*EXERCISE AIM*: Lines of the data that contain the word "runInThread" are the ones to copy.

(Extracted data entries)
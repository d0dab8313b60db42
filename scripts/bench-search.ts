// Subsets per second of the search kernels against refitting each subset by
// QR on the rows (src/core/fit), measured in the same run; then 2^20 subsets
// of a 20-term pool exhaustively on one thread and on every core (the
// service's compute pool, started once and kept, as the service does).
//   npx tsx scripts/bench-search.ts [rows=1000] [terms=20] [streamRows=1e7]
// Then branch and bound beyond exhaustive reach: 30, 36 and 40 correlated
// readings with eight real effects (scripts/wide-pool-data.ts, 2,000 rows),
// and a 36-term screening pool (8 factors and their 28 two-way products,
// hierarchy), on one thread and on every core: time, tree nodes, nodes per
// second, against the exhaustive kernel's subsets per second on the 30-term
// pool measured in the same run.
// Last, peak memory (resident set) while 10^7 generated NDJSON rows are
// folded into a data summary by the streaming upload's code, in process
// (streamRows=0 skips it).
// The data are random (a benchmark needs only their shape).

import { availableParallelism } from 'node:os';
import { fitLeastSquares } from '../src/core/fit/index.ts';
import { hierarchyRules, planBranchAndBound, scoreGrayRange, scoreSubsetRange, subsetProblemFromDesign, noHierarchy, type SubsetProblem } from '../src/core/search/index.ts';
import { buildDesign } from '../src/core/design/index.ts';
import type { Columns, Term } from '../src/core/types.ts';
import { seededNormal, seededUniform } from './seeded-random.ts';
import { widePool } from './wide-pool-data.ts';
import { runInThread, runSearch } from '../src/search/workers/index.ts';
import { ComputePool } from '../src/compute/index.ts';
import { JOB_WORKER_MODULE } from '../src/http/jobs/index.ts';
import { Readable } from 'node:stream';
import { foldRows } from '../src/http/streaming/fold-body.ts';
import type { DesignMatrix } from '../src/core/types.ts';

const rows = Number(process.argv[2] ?? 1000);
const m = Number(process.argv[3] ?? 20);
let seed = 12345;
const uniform = () => ((seed = (Math.imul(seed, 1103515245) + 12345) >>> 0) / 4294967296);
const x = Array.from({ length: m }, () => Float64Array.from({ length: rows }, () => uniform() - 0.5));
const y = Float64Array.from({ length: rows }, (_, i) => x[0][i] + 0.5 * x[1][i] - 0.3 * x[2][i] + 0.5 * (uniform() - 0.5));
const designOf = (terms: number[]): DesignMatrix => {
  const high = [new Float64Array(rows).fill(1), ...terms.map((t) => x[t])];
  return { rows, labels: ['intercept', ...terms.map((t) => `x${t}`)], high, low: high.map(() => new Float64Array(rows)), intercept: true, termOfColumn: [-1, ...terms] };
};
const all = [...Array(m).keys()];
const problem = subsetProblemFromDesign(designOf(all), y, null, m, noHierarchy(m));
const settings = { criterion: 'aicc', top: 20, rankDeficient: 'score' } as const;
const total = 2 ** m;

const time = <T>(f: () => T): [T, number] => {
  const t0 = performance.now();
  const r = f();
  return [r, (performance.now() - t0) / 1000];
};

// Baseline: QR refits of a sample of subsets (every subset would take minutes).
const sample = Math.min(total, 2000);
const [, qrSeconds] = time(() => {
  for (let s = 0; s < sample; s++) {
    const mask = Math.floor((s * total) / sample);
    fitLeastSquares(designOf(all.filter((t) => (mask >>> t) & 1)), y);
  }
});
const qrRate = sample / qrSeconds;
const [, countingSeconds] = time(() => scoreSubsetRange(problem, settings, 0, total));
const [, graySeconds] = time(() => scoreGrayRange(problem, settings, 0, total));
const countingRate = total / countingSeconds;
const grayRate = total / graySeconds;
const threads = availableParallelism();
const pool = new ComputePool({ size: threads, queueLength: 0, deadlineMs: 600_000, workerModule: JOB_WORKER_MODULE });
const onPool = async () => {
  const session = pool.open();
  try {
    return await runSearch(problem, settings, { run: (task) => session.runOn({ kind: 'searchTask', task }), parallelism: threads });
  } finally {
    session.close();
  }
};
const t0 = performance.now();
const pooled = await onPool();
const pooledSeconds = (performance.now() - t0) / 1000;
// The first run starts the workers (and, from sources, their TypeScript loader); the second finds them warm, as a service's requests do.
const t1 = performance.now();
await onPool();
const pooledAgainSeconds = (performance.now() - t1) / 1000;

const f = (v: number) => v.toLocaleString('en-US', { maximumFractionDigits: 0 });
console.log(`pool ${m} terms, ${rows} rows, ${f(total)} subsets`);
console.log(`QR refit per subset (src/core/fit), ${sample} sampled: ${f(qrRate)} subsets/s`);
console.log(`Gray-code sweep kernel, 1 thread: ${graySeconds.toFixed(2)} s, ${f(grayRate)} subsets/s, ${(grayRate / qrRate).toFixed(0)}x QR`);
console.log(`counting-order sweep kernel (the service's), 1 thread: ${countingSeconds.toFixed(2)} s, ${f(countingRate)} subsets/s, ${(countingRate / qrRate).toFixed(0)}x QR`);
console.log(`worker pool, ${threads} threads (incl. worker start): ${pooledSeconds.toFixed(2)} s, ${f(total / pooledSeconds)} subsets/s, ${(countingSeconds / pooledSeconds).toFixed(2)}x one thread`);
console.log(`worker pool again, workers warm: ${pooledAgainSeconds.toFixed(2)} s, ${(countingSeconds / pooledAgainSeconds).toFixed(2)}x one thread`);
if (!pooled.ok) console.log('pool refused:', pooled.issue.message);

/** The search problem of numeric columns and terms, as the service builds it (all rows complete). */
function problemOf(columns: Columns, response: string, pool: Term[], hierarchy: boolean): SubsetProblem {
  const n = (columns[response] as number[]).length;
  const built = buildDesign(columns, pool, true, [...Array(n).keys()]);
  if ('issues' in built) throw new Error(built.issues[0].message);
  const rules = hierarchy ? hierarchyRules(pool, []) : noHierarchy(pool.length);
  return subsetProblemFromDesign(built.design, Float64Array.from(columns[response] as number[]), null, pool.length, rules);
}

/** 8 process factors in [0, 10] (uncentred, so products correlate with their factors), their 28 products, 400 runs. */
function screeningPool(): { columns: Columns; pool: Term[] } {
  const uniform = seededUniform(5);
  const normal = seededNormal(uniform);
  const names = ['a', 'b', 'c', 'd', 'e', 'f', 'g', 'h'];
  const columns: Record<string, number[]> = { y: [] };
  for (const name of names) columns[name] = [];
  for (let i = 0; i < 400; i++) {
    const v = names.map(() => 10 * uniform());
    v.forEach((x, j) => columns[names[j]].push(x));
    const c = v.map((x) => x / 5 - 1);
    columns.y.push(3 + 0.8 * c[0] - 0.5 * c[1] + 0.3 * c[2] + 0.4 * c[0] * c[1] - 0.25 * c[2] * c[3] + 0.15 * c[4] + normal());
  }
  const pool: Term[] = [...names];
  for (let i = 0; i < 8; i++) for (let j = i + 1; j < 8; j++) pool.push({ kind: 'product', of: [names[i], names[j]] });
  return { columns, pool };
}

const searchCases: { name: string; problem: SubsetProblem }[] = [30, 36, 40].map((terms) => {
  const w = widePool({ terms });
  return { name: `${terms} correlated readings`, problem: problemOf(w.columns, w.response, w.pool, false) };
});
const screening = screeningPool();
searchCases.push({ name: '36-term screening pool, hierarchy', problem: problemOf(screening.columns, 'y', screening.pool, true) });
const bnbSettings = { criterion: 'aicc', top: 10, rankDeficient: 'skip' } as const;
// The baseline: the exhaustive kernel's rate on the 30-term pool (2^20 of its subsets; d = 31).
const sampleTo = 2 ** 20;
const [, wideExhaustiveSeconds] = time(() => scoreSubsetRange(searchCases[0].problem, bnbSettings, 0, sampleTo));
const wideRate = sampleTo / wideExhaustiveSeconds;
console.log(`exhaustive kernel on the 30-term pool, 1 thread, ${f(sampleTo)} subsets: ${f(wideRate)} subsets/s (the baseline below)`);
for (const c of searchCases) {
  const m = c.problem.poolBlocks.length;
  const [, planSeconds] = time(() => planBranchAndBound(c.problem, bnbSettings));
  // CPU time of the whole process (every thread): on a shared machine it shows the work that wall time hides.
  const cpuSeconds = (since: NodeJS.CpuUsage) => {
    const u = process.cpuUsage(since);
    return (u.user + u.system) / 1e6;
  };
  const c0 = process.cpuUsage();
  const b0 = performance.now();
  const alone = await runSearch(c.problem, bnbSettings, { run: runInThread, parallelism: 1 });
  const aloneSeconds = (performance.now() - b0) / 1000;
  const aloneCpu = cpuSeconds(c0);
  const c1 = process.cpuUsage();
  const b1 = performance.now();
  const session = pool.open();
  const spread = await runSearch(c.problem, bnbSettings, { run: (task) => session.runOn({ kind: 'searchTask', task }), parallelism: threads }).finally(() => session.close());
  const spreadSeconds = (performance.now() - b1) / 1000;
  const spreadCpu = cpuSeconds(c1);
  if (!alone.ok || !spread.ok) throw new Error('refused');
  const nodes = alone.outcome.nodes;
  const rate = nodes / aloneSeconds;
  console.log(
    `branch and bound, ${c.name} (${m} terms, ${f(2 ** m)} subsets), AICc, best 10: ` +
      `1 thread ${aloneSeconds.toFixed(2)} s (cpu ${aloneCpu.toFixed(2)} s; plan ${planSeconds.toFixed(2)} s), ${f(nodes)} nodes, ${f(rate)} nodes/s = ${(rate / wideRate).toFixed(3)}x the exhaustive subsets/s, ` +
      `proven ${alone.outcome.proven}; ${threads} threads (pool warm) ${spreadSeconds.toFixed(2)} s (cpu ${spreadCpu.toFixed(2)} s, same answer ${JSON.stringify(spread.outcome.models) === JSON.stringify(alone.outcome.models)}); ` +
      `every subset at the exhaustive rate would take ${(2 ** m / wideRate / 3600).toFixed(0)} h`,
  );
}

// Streaming fold: the body is generated chunk by chunk (never held whole), as a client would send it.
const streamRows = Number(process.argv[4] ?? 1e7);
if (streamRows === 0) process.exit(0);
const LINES_PER_CHUNK = 10_000;
function* ndjsonChunks(): Generator<string> {
  for (let from = 0; from < streamRows; from += LINES_PER_CHUNK) {
    let chunk = '';
    for (let i = from; i < Math.min(streamRows, from + LINES_PER_CHUNK); i++) {
      const t = 1150 + 100 * uniform();
      const m = 4 + 4 * uniform();
      chunk += `{"peakTemp":${t},"moisture":${m},"holdMinutes":${Math.round(30 + 60 * uniform())},"shrinkage":${7 + 0.018 * (t - 1200) + 0.35 * (m - 6) + 0.15 * (uniform() - 0.5)}}\n`;
    }
    yield chunk;
  }
}
global.gc?.();
const rssBefore = process.memoryUsage().rss;
let peak = rssBefore;
const sampler = setInterval(() => (peak = Math.max(peak, process.memoryUsage().rss)), 20);
const s0 = performance.now();
const folded = await foldRows(Readable.from(ndjsonChunks(), { objectMode: false }), {
  format: 'ndjson', columns: ['peakTemp', 'moisture', 'holdMinutes', 'shrinkage'], maxBodyBytes: Number.MAX_SAFE_INTEGER,
});
clearInterval(sampler);
peak = Math.max(peak, process.memoryUsage().rss);
const streamSeconds = (performance.now() - s0) / 1000;
const mb = (b: number) => (b / 2 ** 20).toFixed(0);
console.log(`streaming fold of ${f(folded.rowsRead)} NDJSON rows (${mb(folded.bytes)} MiB): ${streamSeconds.toFixed(1)} s, ${f(folded.rowsRead / streamSeconds)} rows/s; resident memory ${mb(rssBefore)} MiB before, peak ${mb(peak)} MiB (+${mb(peak - rssBefore)} MiB)`);
await pool.close();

*FINAL ANSWER*:
import { runInThread, runSearch } from '../src/search/workers/index.ts';
  const alone = await runSearch(c.problem, bnbSettings, { run: runInThread, parallelism: 1 });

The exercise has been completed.